At first this was limited to news sites that concentrated on a segment of a community, like West Seattle, but the concept is now being applied to advertising and promotion sites, blogging sites, and even legal services sites. These hyperlocal sites don’t have to compete with global sites, and always have unique content, community advertising, and local issues.

Foursquare is good example of a modern hyperlocal site, which describes itself as “50% friend-finder, 30% social city guide, 20% nightlife game.” It also shows how such a website can scale by adding new cities. When you enter one of these cities, you simply check-in to tell the service where you are, and you begin to earn points and unlock badges for discovering new things.

Much of this is still evolving, and I think it has great potential. Yet there are big challenges to hyperlocal, at least for consumer-focused hyperlocal startups, according to Sean Barkulis, Founder of UPlanMe, whose initial consumer-focused business model was an early casualty, writing in Street Fight:

  1. Every site requires real curated local content to engage users. Building content is costly and time-consuming. If you don’t engage your users with an abundance of content the moment they open the app, odds are they will never return.

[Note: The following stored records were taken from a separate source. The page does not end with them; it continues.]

import { useState } from "react";
import { useForm } from "react-hook-form";
import { zodResolver } from "@hookform/resolvers/zod";
import { refundCreateSchema, type RefundCreateInput } from "../../../shared/schemas/order";
import { useRefundOrder, type OrderJson } from "../../api/orders";
import { ControlledUnitInput } from "../../components/forms/controlled-unit-input";
import { Button } from "../../components/ui/button";
import { TextField } from "../../components/ui/field";
import { StatusNote } from "../../components/ui/status-note";
import { moneyScale } from "../../components/ui/unit-input";
import { formatMoney } from "../../lib/money";
import { useServerErrors } from "../../lib/use-server-errors";

/**
 * The planner's refund: all that is left or a part, with a reason; checked first, then confirmed
 * with the amount in words, since money leaves at once and cannot be called back from here.
 */
export function RefundForm({ order }: { order: OrderJson }) {
  const refund = useRefundOrder();
  const left = order.paid_cents - order.refunded_cents;
  const [asking, setAsking] = useState<RefundCreateInput | null>(null);
  const [done, setDone] = useState<string | null>(null);
  const { register, control, handleSubmit, setError, reset, formState } = useForm<RefundCreateInput>({
    resolver: zodResolver(refundCreateSchema),
    defaultValues: { amount_cents: left, reason: "" },
  });
  const { formMessage, showServerError, clearFormMessage } = useServerErrors(setError, ["amount_cents", "reason"]);
  const money = (c: number) => formatMoney(c, order.currency);

  const confirm = async (values: RefundCreateInput) => {
    clearFormMessage();
    try {
      const updated = await refund.mutateAsync({ id: order.id, ...values });
      setDone(`Refunded ${money(values.amount_cents ?? left)}.${updated.status === "refunded" ? " Everything received is now paid back." : ""}`);
      reset({ amount_cents: updated.paid_cents - updated.refunded_cents, reason: "" });
    } catch (error) {
      showServerError(error);
    } finally {
      setAsking(null);
    }
  };

  if (left <= 0) return <p className="text-flux-600">Everything this order received has been refunded.</p>;
  const { errors } = formState;
  return (
    <form
      noValidate
      className="space-y-4"
      data-testid="refund-form"
      onSubmit={handleSubmit((values) => {
        setDone(null);
        if (values.amount_cents !== undefined && values.amount_cents > left) return setError("amount_cents", { message: `At most ${money(left)} is left to refund.` });
        setAsking(values);
      })}
    >
      <h3 className="text-h4">Refund</h3>
      <p className="text-meta text-flux-600">
        {money(left)} left to refund of {money(order.paid_cents)} received. The refund goes back to the card it came from.
      </p>
      {formMessage && (
        <StatusNote tone="danger" word="Not refunded" live="assertive">
          {formMessage}
        </StatusNote>
      )}
      <div className="grid grid-cols-1 gap-4 sm:grid-cols-[12rem_minmax(0,1fr)]">
        <ControlledUnitInput control={control} errors={errors} name="amount_cents" label="Amount" scale={moneyScale(order.currency)} />
        <TextField label="Reason" hint="The customer sees it on the order." error={errors.reason?.message} {...register("reason")} />
      </div>
      {asking ? (
        <div className="space-y-2 rounded-md border border-caution-200 bg-caution-50 p-3" role="group" aria-label="Confirm the refund">
          <p className="text-caution-900">
            Refund <strong>{money(asking.amount_cents ?? left)}</strong> of order {order.number} to the customer, because “{asking.reason}”? The money leaves at once; this cannot be undone here.
          </p>
          <div className="flex flex-wrap gap-2">
            <Button variant="danger" pending={refund.isPending} pendingLabel="Refunding…" onClick={() => void confirm(asking)}>
              Refund {money(asking.amount_cents ?? left)}
            </Button>
            <Button variant="secondary" onClick={() => setAsking(null)} autoFocus>
              Do not refund
            </Button>
          </div>
        </div>
      ) : (
        <Button type="submit" variant="secondary">
          Refund…
        </Button>
      )}
      {done && (
        <StatusNote tone="ok" word="Refunded" live="polite">
          {done}
        </StatusNote>
      )}
    </form>
  );
}
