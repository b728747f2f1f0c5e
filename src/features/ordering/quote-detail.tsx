import type { ReactNode } from "react";
import { Link, useNavigate } from "react-router-dom";
import { useQuery } from "@tanstack/react-query";
import { designSummary } from "../../../shared/schemas/design";
import type { QuoteBlankPart } from "../../../shared/schemas/quote";
import { ApiError } from "../../api/client";
import { quotePdfUrl, quoteQueryOptions, useRequote, type QuoteJson } from "../../api/quotes";
import { PriceBreakdown } from "../../components/pricing/price-breakdown";
import { QueryError } from "../../components/query-error";
import { Button, ButtonLink, buttonClass } from "../../components/ui/button";
import { Panel } from "../../components/ui/panel";
import { ResponsiveTable } from "../../components/ui/responsive-table";
import { Loading } from "../../components/ui/spinner";
import { StatusNote } from "../../components/ui/status-note";
import { paths } from "../../config/paths";
import { formatDate, formatDateTime } from "../../lib/format";
import { formatMoney } from "../../lib/money";
import { QuoteStatusChip } from "./status-chip";

const mm = (x: number) => `${+x.toPrecision(5)} mm`;

function blankText(b: QuoteBlankPart["blank"]): string {
  return b.kind === "disc" ? `disc Ø ${mm(b.diameter_mm)}` : `${b.kind} ${+b.length_mm.toPrecision(5)} × ${mm(b.width_mm)}`;
}

/** Draws the quoted design (the page passes the design check's cross-section). */
type DrawingOf = (configuration: QuoteJson["configuration"]) => ReactNode;

/** One quote: what is priced, the frozen prediction and blanks, every price line, validity; PDF, order or re-quote. */
export function QuoteDetail({ id, drawing }: { id: string; drawing?: DrawingOf }) {
  const quote = useQuery(quoteQueryOptions(id));
  if (quote.isPending) return <Loading label="Loading the quote…" />;
  if (quote.isError) return <QueryError error={quote.error} onRetry={() => void quote.refetch()} what="the quote" />;
  return <QuoteView q={quote.data} drawing={drawing} />;
}

function QuoteView({ q, drawing }: { q: QuoteJson; drawing?: DrawingOf }) {
  const requote = useRequote();
  const navigate = useNavigate();
  const c = q.configuration;
  const p = q.prediction;
  const need = c.requiredAttenuation_db;
  const meets = p.band.low_db >= need;
  const money = (cents: number) => formatMoney(cents, q.currency);

  return (
    <div className="space-y-6">
      <Panel>
        <div className="flex flex-wrap items-start justify-between gap-4">
          <dl className="grid grid-cols-[auto_minmax(0,1fr)] gap-x-4 gap-y-1">
            <dt className="font-semibold text-flux-700">Status</dt>
            <dd>
              <QuoteStatusChip status={q.status} />
            </dd>
            <dt className="font-semibold text-flux-700">For</dt>
            <dd>{q.organization.name}</dd>
            <dt className="font-semibold text-flux-700">Made</dt>
            <dd className="font-mono">{formatDateTime(q.createdAt)}{q.createdBy ? ` · ${q.createdBy.name}` : ""}</dd>
            <dt className="font-semibold text-flux-700">Valid until</dt>
            <dd className="font-mono" data-testid="quote-valid-until">{formatDate(q.expiresAt)}</dd>
            <dt className="font-semibold text-flux-700">Quantity</dt>
            <dd className="font-mono">{q.quantity}</dd>
            <dt className="font-semibold text-flux-700">Total</dt>
            <dd className="font-mono font-semibold" data-testid="quote-total">{money(q.total_cents)} <span className="font-normal text-flux-600">({money(q.unitPrice_cents)} a piece)</span></dd>
            <dt className="font-semibold text-flux-700">Lead time</dt>
            <dd>{q.leadTime_workingDays} working days from payment</dd>
          </dl>
          <div className="flex flex-wrap gap-2">
            {q.abilities.download && (
              <a className={buttonClass("secondary")} href={quotePdfUrl(q.id)} download>
                Download the quote (PDF)
              </a>
            )}
            {q.abilities.order && (
              <ButtonLink variant="primary" to={paths.orderNew.href(q.id)}>
                Order this quote
              </ButtonLink>
            )}
            {q.orderId && <ButtonLink to={paths.order.href(q.orderId)}>See the order</ButtonLink>}
          </div>
        </div>
        {q.status === "expired" && (
          <StatusNote tone="caution" word="Expired" className="mt-4">
            <p>This quote expired on {formatDate(q.expiresAt)}: its prices no longer hold and it cannot be ordered. A new quote prices the same design and quantity at today's rates.</p>
            {q.abilities.requote && (
              <Button
                className="mt-2"
                pending={requote.isPending}
                pendingLabel="Quoting…"
                onClick={() => requote.mutate(q.id, { onSuccess: (fresh) => navigate(paths.quote.href(fresh.id)) })}
              >
                Re-quote at today's rates
              </Button>
            )}
            {requote.isError && <p role="alert" className="mt-2 font-semibold text-danger-700">{requote.error instanceof ApiError ? requote.error.message : "The new quote could not be made. Try again."}</p>}
          </StatusNote>
        )}
        {q.requotedFromId && (
          <p className="mt-3 text-meta text-flux-600">
            A new quote for{" "}
            <Link className="underline underline-offset-4" to={paths.quote.href(q.requotedFromId)}>
              an earlier one
            </Link>{" "}
            that had expired.
          </p>
        )}
      </Panel>

      <div className="grid grid-cols-1 items-start gap-6 lg:grid-cols-2">
        <Panel title="The design quoted">
          <p className="mb-3 font-semibold text-flux-900" data-testid="quote-design">{designSummary(c)}</p>
          <ol className="space-y-1" aria-label="Layers, innermost first">
            {c.layers.map((l, i) => (
              <li key={i}>
                Layer {i + 1}: {l.material ?? `μr ${l.mu_r} (made in ${l.pricedAs})`}, {mm(l.thickness_mm)} wall{l.gap_mm !== undefined && i < c.layers.length - 1 ? `, ${mm(l.gap_mm)} gap outside` : ""}
              </li>
            ))}
          </ol>
          <p className="mt-3 text-flux-700">
            Field {c.field.amplitude_uT} µT at {c.field.frequency_hz} Hz, {c.field.orientation}; {c.state}.{c.holes?.length ? ` ${c.holes.length} cable hole${c.holes.length === 1 ? "" : "s"}.` : ""}
            {q.mass_kg !== null ? ` Mass about ${q.mass_kg.toFixed(3)} kg per shield.` : ""}
          </p>
          {drawing && <div className="mt-4">{drawing(c)}</div>}
          {q.designId && (
            <p className="mt-2 text-meta text-flux-600">
              From a saved design. <Link className="underline underline-offset-4" to={paths.designs.href()}>Your designs</Link>
            </p>
          )}
        </Panel>
        <Panel title="Predicted attenuation, as quoted">
          <p className="font-display text-h3 font-semibold" data-testid="quote-db">
            {p.beyondLimit ? `over ${p.attenuation_db.toFixed(0)}` : p.attenuation_db.toFixed(1)} dB
          </p>
          <p className="text-flux-700">
            as built, likely {p.band.low_db.toFixed(0)}–{p.band.high_db.toFixed(0)} dB; the seamless shell {p.ideal.beyondLimit ? "over 300" : p.ideal.attenuation_db.toFixed(1)} dB.
          </p>
          <StatusNote tone={meets ? "ok" : "caution"} word={meets ? "Meets the need" : "Short of the need"} className="mt-3">
            {meets ? `You need ${need} dB: even the low end of the likely range reaches it.` : `You need ${need} dB: the low end of the likely range falls ${(need - p.band.low_db).toFixed(1)} dB short. Talk to the shop before ordering.`}
          </StatusNote>
          {p.warnings.length > 0 && (
            <ul className="mt-3 list-disc space-y-1 pl-5 text-meta text-caution-900">
              {p.warnings.map((w, i) => (
                <li key={i}>{w.message}</li>
              ))}
            </ul>
          )}
          <p className="mt-3 text-meta text-flux-600">Predictions are engineering estimates, not a guarantee; the values measured on each lot's certificate of conformance rule. Safety-critical uses need your own qualified review.</p>
        </Panel>
      </div>

      <Panel title="Blanks">
        <ResponsiveTable<QuoteBlankPart>
          caption="Blanks of one shield"
          rows={q.blank.parts}
          rowKey={(b) => `${b.layer}-${b.role}-${blankText(b.blank)}`}
          cardsBelow={640}
          columns={[
            { key: "part", header: "Part", primary: true, cell: (b) => `Layer ${b.layer + 1} · ${b.role}` },
            { key: "method", header: "Made", cell: (b) => b.method },
            { key: "blank", header: "Blank", className: "font-mono", cell: (b) => `${blankText(b.blank)}, ${mm(b.thickness_mm)}` },
            { key: "each", header: "Per shield", align: "end", className: "font-mono", cell: (b) => b.quantityPerAssembly },
            { key: "mass", header: "Mass each", align: "end", className: "font-mono whitespace-nowrap", cell: (b) => (b.mass_kg === undefined ? "—" : `${b.mass_kg.toFixed(3)} kg`) },
          ]}
        />
      </Panel>

      <Panel title="Price">
        <PriceBreakdown estimate={{ price: q.price, currency: q.currency, priceListVersion: q.priceListVersion }} fixed />
      </Panel>
    </div>
  );
}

  1. Local businesses won’t use a site until it has a critical mass of users. This is the old chicken-and-egg problem. Without users, business owners aren’t going to waste time promoting and marketing their content to your users. Getting these users costs money.

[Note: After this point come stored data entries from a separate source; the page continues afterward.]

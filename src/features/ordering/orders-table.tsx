import { Link } from "react-router-dom";
import { useQuery } from "@tanstack/react-query";
import { createColumnHelper, flexRender, getCoreRowModel, useReactTable, type SortingState } from "@tanstack/react-table";
import { orderStatuses, orderStatusLabels } from "../../../shared/schemas/order";
import { orderFiltersFrom, ordersQueryOptions, type OrderSummaryJson } from "../../api/orders";
import { QueryError } from "../../components/query-error";
import { ChoiceFilter, Pager, SearchBox, SortChoice } from "../../components/ui/list-controls";
import { Panel } from "../../components/ui/panel";
import { ResponsiveTable, type Column } from "../../components/ui/responsive-table";
import { Loading } from "../../components/ui/spinner";
import { paths } from "../../config/paths";
import { formatDate } from "../../lib/format";
import { formatMoney } from "../../lib/money";
import { useListParams } from "../../lib/use-list-params";
import { OrderStatusChip } from "./status-chip";

type Row = OrderSummaryJson;
const col = createColumnHelper<Row>();
/** the server sorts by these keys (OrderListQuery.sort); the other columns are not sortable */
const sortLabels: Record<"createdAt" | "number" | "total" | "status" | "requestedDate", string> = { createdAt: "Placed", number: "Order number", total: "Total", status: "Status", requestedDate: "Requested date" };

function columnsFor(staff: boolean) {
  return [
    col.accessor("number", {
      id: "number",
      header: "Order",
      cell: (c) => (
        <Link className="font-mono font-semibold text-flux-800 underline underline-offset-4" to={paths.order.href(c.row.original.id)}>
          {c.getValue()}
        </Link>
      ),
    }),
    ...(staff ? [col.accessor((o) => o.organization.name, { id: "organization", header: "Organisation", enableSorting: false })] : []),
    col.accessor("summary", { id: "summary", header: "Design", enableSorting: false }),
    col.accessor("purchaseOrder", { id: "purchaseOrder", header: "Purchase order", enableSorting: false, cell: (c) => c.getValue() ?? "—" }),
    col.accessor("quantity", { id: "quantity", header: "Qty", enableSorting: false, meta: { align: "end", mono: true } }),
    col.accessor("total_cents", { id: "total", header: "Total", cell: (c) => formatMoney(c.getValue(), c.row.original.currency), meta: { align: "end", mono: true } }),
    col.accessor("requestedDate", { id: "requestedDate", header: "Requested", cell: (c) => (c.getValue() ? formatDate(c.getValue()!) : "—"), meta: { mono: true } }),
    col.accessor("createdAt", { id: "createdAt", header: "Placed", cell: (c) => formatDate(c.getValue()), meta: { mono: true } }),
    col.accessor("status", { id: "status", header: "Status", cell: (c) => <OrderStatusChip status={c.getValue()} /> }),
  ];
}

/**
 * Orders: a customer's organisation's, or everyone's for the shop's staff. Searching, the status
 * filter, the sort and the page are done by the server and kept in the address; @tanstack/react-table
 * holds the columns and the sort state (manual: it never sorts a page on its own).
 */
export function OrdersTable({ staff }: { staff: boolean }) {
  const [search, setParams] = useListParams();
  const filters = orderFiltersFrom(search);
  const orders = useQuery(ordersQueryOptions(filters));
  const sorting: SortingState = [{ id: filters.sort, desc: filters.dir === "desc" }];
  const table = useReactTable<Row>({
    data: orders.data?.items ?? [],
    columns: columnsFor(staff),
    getCoreRowModel: getCoreRowModel(),
    manualSorting: true,
    manualPagination: true,
    enableSortingRemoval: false,
    rowCount: orders.data?.total ?? 0,
    state: { sorting },
    onSortingChange: (updater) => {
      const next = typeof updater === "function" ? updater(sorting) : updater;
      const first = next[0];
      if (first) setParams({ sort: first.id, dir: first.desc ? "desc" : "asc" });
    },
  });

  const headers = table.getHeaderGroups()[0]?.headers ?? [];
  const tableColumns: Column<ReturnType<typeof table.getRowModel>["rows"][number]>[] = headers.map((h) => {
    const meta = (h.column.columnDef.meta ?? {}) as { align?: "end"; mono?: boolean };
    const title = flexRender(h.column.columnDef.header, h.getContext());
    const sorted = h.column.getIsSorted();
    return {
      key: h.id,
      header: title,
      primary: h.id === "number",
      align: meta.align,
      className: meta.mono ? "font-mono whitespace-nowrap" : "",
      sorted: sorted === "asc" ? "ascending" : sorted === "desc" ? "descending" : undefined,
      headerControl: h.column.getCanSort() ? (
        <button type="button" className="inline-flex min-h-9 items-center gap-1 rounded px-1 font-semibold hover:bg-flux-100" onClick={h.column.getToggleSortingHandler()}>
          {title}
          <span aria-hidden="true" className="font-mono">{sorted === "asc" ? "↑" : sorted === "desc" ? "↓" : "↕"}</span>
          <span className="sr-only">{sorted ? `, sorted ${sorted === "asc" ? "lowest first" : "highest first"}; sort the other way` : ", sort by this"}</span>
        </button>
      ) : undefined,
      cell: (row) => {
        const cell = row.getVisibleCells().find((c) => c.column.id === h.column.id)!;
        return flexRender(cell.column.columnDef.cell, cell.getContext());
      },
    };
  });

  return (
    <Panel title={staff ? "All orders" : "Your organisation's orders"}>
      <SearchBox label={staff ? "Search by order, quote, purchase order or organisation" : "Search by order, quote or purchase order"} value={filters.q} onSearch={(q) => setParams({ q })}>
        <ChoiceFilter id="order-status" label="Status" value={filters.status} options={orderStatuses.map((s) => [s, orderStatusLabels[s]] as const)} onChange={(status) => setParams({ status })} />
        <SortChoice id="order-sort" sorts={sortLabels} sort={filters.sort} dir={filters.dir} onChange={(sort, dir) => setParams({ sort, dir })} />
      </SearchBox>
      {orders.isPending ? (
        <Loading label="Loading orders…" />
      ) : orders.isError ? (
        <QueryError error={orders.error} onRetry={() => void orders.refetch()} what="the orders" />
      ) : orders.data.items.length === 0 ? (
        <p className="rounded-md bg-nickel-100 p-4 text-flux-700" data-testid="orders-empty">
          {filters.q || filters.status ? "No order matches. Clear the search or choose another status." : staff ? "No orders yet." : (
            <>
              No orders yet. Order from one of{" "}
              <Link className="font-semibold underline underline-offset-4" to={paths.quotes.href()}>
                your quotes
              </Link>
              .
            </>
          )}
        </p>
      ) : (
        <>
          <ResponsiveTable
            caption={`Orders, page ${filters.page}, sorted by ${sortLabels[filters.sort].toLowerCase()}`}
            testId="orders-table"
            rowTestId="order-row"
            rows={table.getRowModel().rows}
            rowKey={(r) => r.original.id}
            cardsBelow={staff ? 1000 : 900}
            columns={tableColumns}
          />
          <Pager page={filters.page} pageSize={filters.pageSize} total={orders.data.total} noun={["order", "orders"]} label="Order list pages" onPage={(page) => setParams({ page })} />
        </>
      )}
    </Panel>
  );
}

  1. The burden of proof is on you to show value. In order for local businesses to buy in, they need to a) reach a large percentage of their customer demographic, b) save them time on their existing marketing efforts, and c) not duplicate any of their existing efforts.
  1. Expanding city-by-city is expensive. What’s more difficult than building one successful startup? Try building 50 successful startups. This is essentially what you are doing when you try to launch city-by-city. Finding common elements for scaling is tough
  1. The site may need consumer revenue to survive. It is possible to build a successful site that has components of #1, #2 and #3, but some good product or service right from the beginning helps viability. Maybe it’s selling local tours and taking a cut of the revenue.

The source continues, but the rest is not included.